Once you have assessed this you can devise a plan to reduce it. Papers can be shredded once scanned, filed and backed up in medical records systems which also reduces the need to store it.
Email can be used to save time and money. These systems are easy to install and user-friendly and can be configured to suit the practice as well as individual users.
Photocopying is also brings its own issues of paper wastage. Try scanning instead; saving and transmitting electronically where possible.
Daniel Vincent, practice manager and managing partner, Ryalls Park Medical Centre
We look forward to the organisations around us moving towards electronic distribution of correspondence. With their support the need to scan incoming documents could be almost eliminated.
As a practice we are looking towards new technology to support patients contacting using electronic means. The release of Accurx, which is also known as SMS messaging has been liberating for our practice.
We have been able to significantly reduce the number of ‘please contact the practice’ letters we would normally send in the post.

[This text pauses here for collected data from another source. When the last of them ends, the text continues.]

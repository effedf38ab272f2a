package model

import (
	"math"
	"math/big"
	"math/rand/v2"
	"testing"
)

// Closed forms (common practice, no source needed beyond the algebra):
// the geometric adstock of a constant spend x tends to x/(1−λ) (geometric
// series); the half-life of weight λ^t is ln 0.5 / ln λ; Hill at a = k is
// exactly one half.
func TestGeometricSteadyState(t *testing.T) {
	for _, lambda := range []float64{0, 0.3, 0.7, 0.9} {
		x := make([]float64, 400)
		for i := range x {
			x[i] = 250
		}
		a := Geometric(make([]float64, len(x)), x, lambda)
		want := 250 / (1 - lambda)
		if got := a[len(a)-1]; math.Abs(got-want) > 1e-9*want {
			t.Errorf("λ=%v: steady state %v, want %v", lambda, got, want)
		}
	}
}

func TestHalfLife(t *testing.T) {
	cases := []struct{ lambda, want float64 }{
		{0.5, 1}, {0.25, 0.5}, {math.Pow(0.5, 1.0/3), 3}, {0, 0},
	}
	for _, c := range cases {
		if got := HalfLife(c.lambda); math.Abs(got-c.want) > 1e-12 {
			t.Errorf("HalfLife(%v) = %v, want %v", c.lambda, got, c.want)
		}
	}
}

func TestHillHalfAtK(t *testing.T) {
	for _, s := range []float64{0.5, 1, 2, 3.7} {
		if got := Hill(1234.5, 1234.5, s); got != 0.5 {
			t.Errorf("Hill(k,k,%v) = %v, want exactly 0.5", s, got)
		}
	}
}

// Derivatives against central finite differences.
func TestDerivatives(t *testing.T) {
	const h = 1e-6
	a, k, s := 3.0, 2.0, 1.7
	_, da, dk, ds := HillDerivs(a, k, s)
	fd := func(f func(float64) float64, x float64) float64 { return (f(x+h) - f(x-h)) / (2 * h) }
	check := func(name string, got, want float64) {
		if math.Abs(got-want) > 1e-6*math.Max(1, math.Abs(want)) {
			t.Errorf("%s: analytic %v, numeric %v", name, got, want)
		}
	}
	check("hill/a", da, fd(func(x float64) float64 { return Hill(x, k, s) }, a))
	check("hill/k", dk, fd(func(x float64) float64 { return Hill(a, x, s) }, k))
	check("hill/s", ds, fd(func(x float64) float64 { return Hill(a, k, x) }, s))
	_, ea, ek := ExponentialDerivs(a, k)
	check("exp/a", ea, fd(func(x float64) float64 { return Exponential(x, k) }, a))
	check("exp/k", ek, fd(func(x float64) float64 { return Exponential(a, x) }, k))

	x := []float64{5, 0, 3, 8, 1, 0, 0, 4, 2, 7}
	lambda := 0.6
	ad := Geometric(make([]float64, len(x)), x, lambda)
	d := GeometricDecayDeriv(make([]float64, len(x)), ad, lambda)
	up := Geometric(make([]float64, len(x)), x, lambda+h)
	dn := Geometric(make([]float64, len(x)), x, lambda-h)
	for i := range x {
		check("geometric/λ", d[i], (up[i]-dn[i])/(2*h))
	}
	peak := 1.4
	dl, dp := make([]float64, len(x)), make([]float64, len(x))
	Delayed(make([]float64, len(x)), dl, dp, x, lambda, peak, 6)
	lu := Delayed(make([]float64, len(x)), nil, nil, x, lambda+h, peak, 6)
	ld := Delayed(make([]float64, len(x)), nil, nil, x, lambda-h, peak, 6)
	pu := Delayed(make([]float64, len(x)), nil, nil, x, lambda, peak+h, 6)
	pd := Delayed(make([]float64, len(x)), nil, nil, x, lambda, peak-h, 6)
	for i := range x {
		check("delayed/λ", dl[i], (lu[i]-ld[i])/(2*h))
		check("delayed/θ", dp[i], (pu[i]-pd[i])/(2*h))
	}
}

// Support is the range of 4-week moving averages (worked by hand).
func TestSupport(t *testing.T) {
	d := &Design{Spend: [][]float64{{4, 8, 0, 4, 12, 0, 0, 0}}}
	lo, hi := d.Support()
	// windows: (4+8+0+4)/4=4, (8+0+4+12)/4=6, (0+4+12+0)/4=4, (4+12+0+0)/4=4, (12+0+0+0)/4=3
	if lo[0] != 3 || hi[0] != 6 {
		t.Fatalf("support [%v, %v], want [3, 6]", lo[0], hi[0])
	}
}

// A flighted channel: bursts of awkward decimal spends separated by long
// zero runs. Every window inside a zero run must give exactly 0 (a sum of
// zeros), never a round-off negative; the highest window is the burst's
// exact 4-week mean, summed by hand below. A running sum (s += x[t] - x[t-w])
// ends at about -1.8e-13 on this series.
func TestSupportFlighted(t *testing.T) {
	x := []float64{0.1, 1234.57, 98765.43, 0.3, 77.7, 0, 0, 0, 0, 0, 0, 0.7, 3333.33, 0.2, 0, 0, 0, 0, 0}
	d := &Design{Spend: [][]float64{x}}
	lo, hi := d.Support()
	if lo[0] != 0 {
		t.Fatalf("low support %v, want exactly 0 over an all-zero 4-week window", lo[0])
	}
	want := (1234.57 + 98765.43 + 0.3 + 77.7) / 4 // the largest window, by inspection
	if hi[0] != want {
		t.Fatalf("high support %v, want %v", hi[0], want)
	}
}

// Support against exact arithmetic: on seeded random flighted series
// (cents, runs of zeros), every window sum is computed exactly with
// math/big (rationals) and the lowest and highest rounded to float64 once;
// Support's float sums of at most four non-negative terms must lie within
// 4 ulps of them, and the low support must be >= 0 (exactly 0 when a window
// is all zeros).
func TestSupportExact(t *testing.T) {
	rng := rand.New(rand.NewPCG(17, 3))
	for trial := range 200 {
		n := 5 + rng.IntN(60)
		x := make([]float64, n)
		zeroRun := false
		for i := range x {
			if rng.Float64() < 0.2 {
				zeroRun = !zeroRun
			}
			if !zeroRun {
				x[i] = float64(rng.IntN(10_000_000)) / 100
			}
		}
		lo, hi := (&Design{Spend: [][]float64{x}}).Support()
		var minR, maxR *big.Rat
		for t0 := 0; t0+SupportWeeks <= n; t0++ {
			s := new(big.Rat)
			for _, v := range x[t0 : t0+SupportWeeks] {
				s.Add(s, new(big.Rat).SetFloat64(v))
			}
			s.Quo(s, big.NewRat(SupportWeeks, 1))
			if minR == nil || s.Cmp(minR) < 0 {
				minR = s
			}
			if maxR == nil || s.Cmp(maxR) > 0 {
				maxR = s
			}
		}
		wantLo, _ := minR.Float64()
		wantHi, _ := maxR.Float64()
		if lo[0] < 0 || (wantLo == 0 && lo[0] != 0) {
			t.Fatalf("trial %d: low support %v, exact %v", trial, lo[0], wantLo)
		}
		for _, c := range [][2]float64{{lo[0], wantLo}, {hi[0], wantHi}} {
			if math.Abs(c[0]-c[1]) > 4*ulp(c[1]) {
				t.Fatalf("trial %d: support %v, exact %v", trial, c[0], c[1])
			}
		}
	}
}

func ulp(x float64) float64 { return math.Nextafter(math.Abs(x), math.Inf(1)) - math.Abs(x) }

We look forward to being able to deliver extended secure messages in the future.
Clive Elliott, business partner, Court Street Medical Practice
We support going paperless as much as possible and digitising all records. The difficulties are really down to cost.
A sleight of hand in the new GP contract is the £20m towards the cost of subject access requests. This sounds like a great deal of money when said in one go but this equates to about £2,000 for a practice of our size, with a list size of 6,000 patients.